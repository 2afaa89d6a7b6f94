import { afterEach, beforeEach, describe, expect, it, vi } from 'vitest';
import { flushPromises, mount } from '@vue/test-utils';
import { createPinia, setActivePinia } from 'pinia';
import { createMemoryHistory } from 'vue-router';
import App from '../App.vue';
import { createConsoleRouter } from '../router/index.ts';
import { SESSION_HINT_KEY } from '../stores/session.ts';
import { THEME_STORAGE_KEY } from '../stores/theme.ts';
import { fakeApi, json, notSignedIn, sessionOf } from '../test/fakeApi.ts';

async function mountAt(path: string) {
  const pinia = createPinia();
  setActivePinia(pinia);
  const router = createConsoleRouter(createMemoryHistory());
  await router.push(path);
  await router.isReady();
  const wrapper = mount(App, { global: { plugins: [pinia, router] }, attachTo: document.body });
  await flushPromises();
  return { wrapper, router };
}

beforeEach(() => {
  localStorage.setItem(THEME_STORAGE_KEY, 'light');
  // A browser that was signed in last time asks the server who it is (a first visit does not).
  localStorage.setItem(SESSION_HINT_KEY, '1');
  vi.stubGlobal(
    'fetch',
    vi.fn(async () => {
      throw new TypeError('offline in tests');
    }),
  );
});

afterEach(() => {
  vi.unstubAllGlobals();
  localStorage.clear();
  document.body.innerHTML = '';
  // Naive UI marks the body once its global style is applied; each test mounts a fresh console.
  document.body.removeAttribute('n-styled');
});

describe('console shell', () => {
  it('shows a visitor who is not signed in only the status page, sign-in and the API reference', async () => {
    fakeApi({ 'GET /api/v1/session': notSignedIn });
    const { wrapper } = await mountAt('/');
    const nav = wrapper.get('nav[aria-label="Console pages"]');
    const labels = nav.findAll('a').map((a) => a.text().replace(/\s+/g, ' ').trim());

    expect(wrapper.get('header').text()).toContain('Gammaline');
    expect(labels).toEqual(['Status', 'Sign in', 'API reference']);
    expect(nav.get('a[href="/docs"]').text()).toBe('API reference');
    expect(nav.get('a[aria-current="page"]').text()).toBe('Status');
    wrapper.unmount();
  });

  it('shows an admin every page, and a developer every page but Admin', async () => {
    fakeApi({ 'GET /api/v1/session': () => json(sessionOf('admin')) });
    const admin = await mountAt('/');
    const adminLabels = admin.wrapper.get('nav[aria-label="Console pages"]').findAll('a').map((a) => a.text().trim());
    expect(adminLabels).toEqual(['Status', 'Try', 'Sweeps', 'Feed lines', 'Cables', 'Keys', 'Usage', 'Admin', 'API reference']);
    expect(admin.wrapper.get('[data-testid="signed-in-as"]').text()).toContain('Demo Admin');
    admin.wrapper.unmount();
    document.body.innerHTML = '';
    document.body.removeAttribute('n-styled');

    fakeApi({ 'GET /api/v1/session': () => json(sessionOf('developer')) });
    const developer = await mountAt('/');
    const developerLabels = developer.wrapper.get('nav[aria-label="Console pages"]').findAll('a').map((a) => a.text().trim());
    expect(developerLabels).not.toContain('Admin');
    expect(developerLabels).toContain('Keys');
    developer.wrapper.unmount();
  });

  it('sends a visitor who is not signed in to sign in first, and remembers where they were going', async () => {
    fakeApi({ 'GET /api/v1/session': notSignedIn });
    const { wrapper, router } = await mountAt('/keys');
    expect(router.currentRoute.value.name).toBe('sign-in');
    expect(router.currentRoute.value.query.next).toBe('/keys');
    expect(wrapper.get('main h1').text()).toBe('Sign in');
    expect(document.title).toBe('Sign in · Gammaline');
    wrapper.unmount();
  });

  it('keeps a developer out of the admin page', async () => {
    fakeApi({ 'GET /api/v1/session': () => json(sessionOf('developer')) });
    const { wrapper, router } = await mountAt('/admin');
    expect(router.currentRoute.value.name).toBe('not-allowed');
    expect(wrapper.get('main').text()).toContain('is for admins');
    wrapper.unmount();
  });

  it('answers unknown addresses with a page of its own', async () => {
    const { wrapper, router } = await mountAt('/no/such/page');
    expect(router.currentRoute.value.name).toBe('not-found');
    expect(wrapper.get('main h1').text()).toBe('Page not found');
    wrapper.unmount();
  });

  it('carries the safety note in the footer', async () => {
    const { wrapper } = await mountAt('/');
    const footer = wrapper.get('footer').text();
    expect(footer).toContain('high voltages on lines, connectors and matching components');
    expect(footer).toContain('RF fields');
    expect(footer).toContain('tower work');
    wrapper.unmount();
  });

  it('switches to the dark theme from the header and remembers it', async () => {
    const { wrapper } = await mountAt('/');
    const toggle = wrapper.get('button[aria-pressed]');
    expect(toggle.attributes('aria-pressed')).toBe('false');

    await toggle.trigger('click');
    // The dark theme arrives as its own chunk; wait for it to be applied.
    await vi.waitFor(() => expect(document.documentElement.dataset.theme).toBe('dark'));

    expect(toggle.attributes('aria-pressed')).toBe('true');
    expect(toggle.text()).toContain('Dark theme: on');
    expect(localStorage.getItem(THEME_STORAGE_KEY)).toBe('dark');
    wrapper.unmount();
  });
});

> **REQUIREMENT**: Restate the whole listing exactly.

> **REPLY TO THE EXERCISE**:
repository 2afaa89d6a7b6f94
import { afterEach, beforeEach, describe, expect, it, vi } from 'vitest';
import { flushPromises, mount } from '@vue/test-utils';
import { createPinia, setActivePinia } from 'pinia';
import { createMemoryHistory } from 'vue-router';
import App from '../App.vue';
import { createConsoleRouter } from '../router/index.ts';
import { SESSION_HINT_KEY } from '../stores/session.ts';
import { THEME_STORAGE_KEY } from '../stores/theme.ts';
import { fakeApi, json, notSignedIn, sessionOf } from '../test/fakeApi.ts';

async function mountAt(path: string) {
  const pinia = createPinia();
  setActivePinia(pinia);
  const router = createConsoleRouter(createMemoryHistory());
  await router.push(path);
  await router.isReady();
  const wrapper = mount(App, { global: { plugins: [pinia, router] }, attachTo: document.body });
  await flushPromises();
  return { wrapper, router };
}

beforeEach(() => {
  localStorage.setItem(THEME_STORAGE_KEY, 'light');
  // A browser that was signed in last time asks the server who it is (a first visit does not).
  localStorage.setItem(SESSION_HINT_KEY, '1');
  vi.stubGlobal(
    'fetch',
    vi.fn(async () => {
      throw new TypeError('offline in tests');
    }),
  );
});

afterEach(() => {
  vi.unstubAllGlobals();
  localStorage.clear();
  document.body.innerHTML = '';
  // Naive UI marks the body once its global style is applied; each test mounts a fresh console.
  document.body.removeAttribute('n-styled');
});

describe('console shell', () => {
  it('shows a visitor who is not signed in only the status page, sign-in and the API reference', async () => {
    fakeApi({ 'GET /api/v1/session': notSignedIn });
    const { wrapper } = await mountAt('/');
    const nav = wrapper.get('nav[aria-label="Console pages"]');
    const labels = nav.findAll('a').map((a) => a.text().replace(/\s+/g, ' ').trim());

    expect(wrapper.get('header').text()).toContain('Gammaline');
    expect(labels).toEqual(['Status', 'Sign in', 'API reference']);
    expect(nav.get('a[href="/docs"]').text()).toBe('API reference');
    expect(nav.get('a[aria-current="page"]').text()).toBe('Status');
    wrapper.unmount();
  });

  it('shows an admin every page, and a developer every page but Admin', async () => {
    fakeApi({ 'GET /api/v1/session': () => json(sessionOf('admin')) });
    const admin = await mountAt('/');
    const adminLabels = admin.wrapper.get('nav[aria-label="Console pages"]').findAll('a').map((a) => a.text().trim());
    expect(adminLabels).toEqual(['Status', 'Try', 'Sweeps', 'Feed lines', 'Cables', 'Keys', 'Usage', 'Admin', 'API reference']);
    expect(admin.wrapper.get('[data-testid="signed-in-as"]').text()).toContain('Demo Admin');
    admin.wrapper.unmount();
    document.body.innerHTML = '';
    document.body.removeAttribute('n-styled');

    fakeApi({ 'GET /api/v1/session': () => json(sessionOf('developer')) });
    const developer = await mountAt('/');
    const developerLabels = developer.wrapper.get('nav[aria-label="Console pages"]').findAll('a').map((a) => a.text().trim());
    expect(developerLabels).not.toContain('Admin');
    expect(developerLabels).toContain('Keys');
    developer.wrapper.unmount();
  });

  it('sends a visitor who is not signed in to sign in first, and remembers where they were going', async () => {
    fakeApi({ 'GET /api/v1/session': notSignedIn });
    const { wrapper, router } = await mountAt('/keys');
    expect(router.currentRoute.value.name).toBe('sign-in');
    expect(router.currentRoute.value.query.next).toBe('/keys');
    expect(wrapper.get('main h1').text()).toBe('Sign in');
    expect(document.title).toBe('Sign in · Gammaline');
    wrapper.unmount();
  });

  it('keeps a developer out of the admin page', async () => {
    fakeApi({ 'GET /api/v1/session': () => json(sessionOf('developer')) });
    const { wrapper, router } = await mountAt('/admin');
    expect(router.currentRoute.value.name).toBe('not-allowed');
    expect(wrapper.get('main').text()).toContain('is for admins');
    wrapper.unmount();
  });

  it('answers unknown addresses with a page of its own', async () => {
    const { wrapper, router } = await mountAt('/no/such/page');
    expect(router.currentRoute.value.name).toBe('not-found');
    expect(wrapper.get('main h1').text()).toBe('Page not found');
    wrapper.unmount();
  });

  it('carries the safety note in the footer', async () => {
    const { wrapper } = await mountAt('/');
    const footer = wrapper.get('footer').text();
    expect(footer).toContain('high voltages on lines, connectors and matching components');
    expect(footer).toContain('RF fields');
    expect(footer).toContain('tower work');
    wrapper.unmount();
  });

  it('switches to the dark theme from the header and remembers it', async () => {
    const { wrapper } = await mountAt('/');
    const toggle = wrapper.get('button[aria-pressed]');
    expect(toggle.attributes('aria-pressed')).toBe('false');

    await toggle.trigger('click');
    // The dark theme arrives as its own chunk; wait for it to be applied.
    await vi.waitFor(() => expect(document.documentElement.dataset.theme).toBe('dark'));

    expect(toggle.attributes('aria-pressed')).toBe('true');
    expect(toggle.text()).toContain('Dark theme: on');
    expect(localStorage.getItem(THEME_STORAGE_KEY)).toBe('dark');
    wrapper.unmount();
  });
});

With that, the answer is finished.